→ ASSIGNMENT
Below are some entries; write out each one of them exactly.

Saved entries
/**
 * The OpenAPI document describes what the server says, not only what it accepts: every JSON
 * answer is a named schema generated from src/schemas, and live answers validate against the
 * document (with a JSON Schema validator, not with the zod schemas that made it).
 */
import Ajv2020 from 'ajv/dist/2020';
import { afterAll, beforeAll, describe, expect, it } from 'vitest';
import { closeDb } from '../../src/db/client';
import { apiErrorSchema } from '../../src/schemas/api-error';
import { submitAssessmentAnswerSchema } from '../../src/schemas/assessment-answer';
import { estimateAnswerSchema } from '../../src/schemas/estimate';
import { ensureTestRegion, validSubmission } from '../support/fixtures';
import { appFetch } from '../support/stack';

interface Operation {
  responses: Record<string, { content?: Record<string, { schema?: { $ref?: string } }> }>;
}
interface Document {
  paths: Record<string, Record<string, Operation>>;
  components: { schemas: Record<string, { properties?: Record<string, unknown>; required?: string[] }> };
}

let doc: Document;
let ajv: Ajv2020;

/** Validates a live answer against the document's schema for that path, method and status. */
function expectDescribed(path: string, method: string, status: number, body: unknown): void {
  const ref = doc.paths[path]?.[method]?.responses[String(status)]?.content?.['application/json']?.schema?.$ref;
  expect(ref, `${method.toUpperCase()} ${path} ${status} has a JSON schema in the document`).toMatch(/^#\/components\/schemas\//);
  const validate = ajv.getSchema(`lagwise-openapi${ref}`);
  expect(validate, `${ref} resolves`).toBeDefined();
  const valid = validate!(body);
  expect(validate!.errors ?? [], `${method.toUpperCase()} ${path} ${status} matches ${ref}`).toEqual([]);
  expect(valid).toBe(true);
}

function postJson(path: string, body: unknown): Promise<Response> {
  return appFetch(path, { method: 'POST', headers: { 'content-type': 'application/json' }, body: JSON.stringify(body) });
}

beforeAll(async () => {
  await ensureTestRegion();
  const response = await appFetch('/api/openapi.json');
  expect(response.status).toBe(200);
  doc = (await response.json()) as Document;
  // The components as one resource, so their references to each other resolve.
  ajv = new Ajv2020({ strict: false, allErrors: true, validateFormats: false });
  ajv.addSchema({ $id: 'lagwise-openapi', components: doc.components });
});

afterAll(async () => {
  await closeDb();
});

describe('the OpenAPI document’s answers', () => {
  it('names a schema for every JSON answer of every operation, and each one exists', () => {
    const answers = Object.entries(doc.paths).flatMap(([path, methods]) =>
      Object.entries(methods).flatMap(([method, operation]) =>
        Object.entries(operation.responses).flatMap(([status, answer]) =>
          answer.content?.['application/json'] ? [{ where: `${method} ${path} ${status}`, ref: answer.content['application/json'].schema?.$ref }] : [],
        ),
      ),
    );
    expect(answers.length).toBeGreaterThan(10);
    for (const { where, ref } of answers) expect(ref, where).toMatch(/^#\/components\/schemas\/\w+$/);
    const refs = answers.map((a) => a.ref as string);
    for (const ref of refs) expect(doc.components.schemas[ref.split('/').at(-1)!], ref).toBeDefined();
    for (const id of ['Health', 'EstimateAnswer', 'Error', 'AssessmentSubmitted']) expect(refs).toContain(`#/components/schemas/${id}`);
  });

  it('describes the estimate’s result field for field: PlantResult lists every key a real result has', async () => {
    const response = await postJson('/api/estimate', validSubmission().estimate);
    const body = (await response.json()) as { result: Record<string, unknown> };
    expect(Object.keys(body.result).sort()).toEqual([...(doc.components.schemas.PlantResult!.required ?? [])].sort());
  });

  it.each(['', '?detail=full'])('POST /api/estimate%s: the answer validates against the document and parses with the client’s schema', async (query) => {
    const response = await postJson(`/api/estimate${query}`, validSubmission().estimate);
    expect(response.status).toBe(200);
    const body: unknown = await response.json();
    expectDescribed('/api/estimate', 'post', 200, body);
    expect(estimateAnswerSchema.safeParse(body).success).toBe(true);
  });

  it('POST /api/estimate with a bad length: the 400 validates as Error, issues and their range params included', async () => {
    const estimate = validSubmission().estimate;
    const response = await postJson('/api/estimate', { ...estimate, runs: [{ ...estimate.runs[0]!, lengthM: -5 }] });
    expect(response.status).toBe(400);
    const body: unknown = await response.json();
    expectDescribed('/api/estimate', 'post', 400, body);
    const issue = apiErrorSchema.parse(body).error.issues?.find((i) => i.path === 'runs.0.lengthM');
    expect(issue?.params).toMatchObject({ quantity: 'length', limit: 'min', givenSI: -5 });
  });

  it('POST /api/assessments: the 201 validates as AssessmentSubmitted and parses with the client’s schema', async () => {
    const response = await postJson('/api/assessments', validSubmission());
    expect(response.status).toBe(201);
    const body: unknown = await response.json();
    expectDescribed('/api/assessments', 'post', 201, body);
    expect(submitAssessmentAnswerSchema.parse(body).assessment.status).toBe('fresh');
  });

  it('GET /api/health: the 200 validates as Health', async () => {
    const response = await appFetch('/api/health');
    expect(response.status).toBe(200);
    expectDescribed('/api/health', 'get', 200, await response.json());
  });
});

→ WRITTEN ANSWER
/**
 * The OpenAPI document describes what the server says, not only what it accepts: every JSON
 * answer is a named schema generated from src/schemas, and live answers validate against the
 * document (with a JSON Schema validator, not with the zod schemas that made it).
 */
import Ajv2020 from 'ajv/dist/2020';
import { afterAll, beforeAll, describe, expect, it } from 'vitest';
import { closeDb } from '../../src/db/client';
import { apiErrorSchema } from '../../src/schemas/api-error';
import { submitAssessmentAnswerSchema } from '../../src/schemas/assessment-answer';
import { estimateAnswerSchema } from '../../src/schemas/estimate';
import { ensureTestRegion, validSubmission } from '../support/fixtures';
import { appFetch } from '../support/stack';

interface Operation {
  responses: Record<string, { content?: Record<string, { schema?: { $ref?: string } }> }>;
}
interface Document {
  paths: Record<string, Record<string, Operation>>;
  components: { schemas: Record<string, { properties?: Record<string, unknown>; required?: string[] }> };
}

let doc: Document;
let ajv: Ajv2020;

/** Validates a live answer against the document's schema for that path, method and status. */
function expectDescribed(path: string, method: string, status: number, body: unknown): void {
  const ref = doc.paths[path]?.[method]?.responses[String(status)]?.content?.['application/json']?.schema?.$ref;
  expect(ref, `${method.toUpperCase()} ${path} ${status} has a JSON schema in the document`).toMatch(/^#\/components\/schemas\//);
  const validate = ajv.getSchema(`lagwise-openapi${ref}`);
  expect(validate, `${ref} resolves`).toBeDefined();
  const valid = validate!(body);
  expect(validate!.errors ?? [], `${method.toUpperCase()} ${path} ${status} matches ${ref}`).toEqual([]);
  expect(valid).toBe(true);
}

function postJson(path: string, body: unknown): Promise<Response> {
  return appFetch(path, { method: 'POST', headers: { 'content-type': 'application/json' }, body: JSON.stringify(body) });
}

beforeAll(async () => {
  await ensureTestRegion();
  const response = await appFetch('/api/openapi.json');
  expect(response.status).toBe(200);
  doc = (await response.json()) as Document;
  // The components as one resource, so their references to each other resolve.
  ajv = new Ajv2020({ strict: false, allErrors: true, validateFormats: false });
  ajv.addSchema({ $id: 'lagwise-openapi', components: doc.components });
});

afterAll(async () => {
  await closeDb();
});

describe('the OpenAPI document’s answers', () => {
  it('names a schema for every JSON answer of every operation, and each one exists', () => {
    const answers = Object.entries(doc.paths).flatMap(([path, methods]) =>
      Object.entries(methods).flatMap(([method, operation]) =>
        Object.entries(operation.responses).flatMap(([status, answer]) =>
          answer.content?.['application/json'] ? [{ where: `${method} ${path} ${status}`, ref: answer.content['application/json'].schema?.$ref }] : [],
        ),
      ),
    );
    expect(answers.length).toBeGreaterThan(10);
    for (const { where, ref } of answers) expect(ref, where).toMatch(/^#\/components\/schemas\/\w+$/);
    const refs = answers.map((a) => a.ref as string);
    for (const ref of refs) expect(doc.components.schemas[ref.split('/').at(-1)!], ref).toBeDefined();
    for (const id of ['Health', 'EstimateAnswer', 'Error', 'AssessmentSubmitted']) expect(refs).toContain(`#/components/schemas/${id}`);
  });

  it('describes the estimate’s result field for field: PlantResult lists every key a real result has', async () => {
    const response = await postJson('/api/estimate', validSubmission().estimate);
    const body = (await response.json()) as { result: Record<string, unknown> };
    expect(Object.keys(body.result).sort()).toEqual([...(doc.components.schemas.PlantResult!.required ?? [])].sort());
  });

  it.each(['', '?detail=full'])('POST /api/estimate%s: the answer validates against the document and parses with the client’s schema', async (query) => {
    const response = await postJson(`/api/estimate${query}`, validSubmission().estimate);
    expect(response.status).toBe(200);
    const body: unknown = await response.json();
    expectDescribed('/api/estimate', 'post', 200, body);
    expect(estimateAnswerSchema.safeParse(body).success).toBe(true);
  });

  it('POST /api/estimate with a bad length: the 400 validates as Error, issues and their range params included', async () => {
    const estimate = validSubmission().estimate;
    const response = await postJson('/api/estimate', { ...estimate, runs: [{ ...estimate.runs[0]!, lengthM: -5 }] });
    expect(response.status).toBe(400);
    const body: unknown = await response.json();
    expectDescribed('/api/estimate', 'post', 400, body);
    const issue = apiErrorSchema.parse(body).error.issues?.find((i) => i.path === 'runs.0.lengthM');
    expect(issue?.params).toMatchObject({ quantity: 'length', limit: 'min', givenSI: -5 });
  });

  it('POST /api/assessments: the 201 validates as AssessmentSubmitted and parses with the client’s schema', async () => {
    const response = await postJson('/api/assessments', validSubmission());
    expect(response.status).toBe(201);
    const body: unknown = await response.json();
    expectDescribed('/api/assessments', 'post', 201, body);
    expect(submitAssessmentAnswerSchema.parse(body).assessment.status).toBe('fresh');
  });

  it('GET /api/health: the 200 validates as Health', async () => {
    const response = await appFetch('/api/health');
    expect(response.status).toBe(200);
    expectDescribed('/api/health', 'get', 200, await response.json());
  });
});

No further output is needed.